| What this task involves |
Check the records below line by line for the string "readBlocks". Give the number of lines that contain it and nothing else.

| Saved data entries |
import { describe, expect, it } from "vitest";
import { blocksText, readBlocks } from "./blocks-text";

describe("readBlocks", () => {
  it("reads times and values with commas, units and full-width digits", () => {
    expect(readBlocks("00:00 0,60 U/h\n04:00 ０.８５; 22.30 1")).toEqual([
      { startMinute: 0, value: 0.6 },
      { startMinute: 240, value: 0.85 },
      { startMinute: 1350, value: 1 },
    ]);
  });

  it.each([
    ["", "at least one line"],
    ["05:00 1", "starts at 00:00"],
    ["00:00 1\n00:00 2", "later"],
    ["00:00 1\nnoon 2", "Line 2"],
  ])("says in words what is amiss with %j", (typed, words) => expect(readBlocks(typed)).toContain(words));

  it("writes what it reads", () => expect(blocksText([{ startMinute: 0, value: 0.5 }])).toBe("00:00 0.5"));
});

| Reply |
4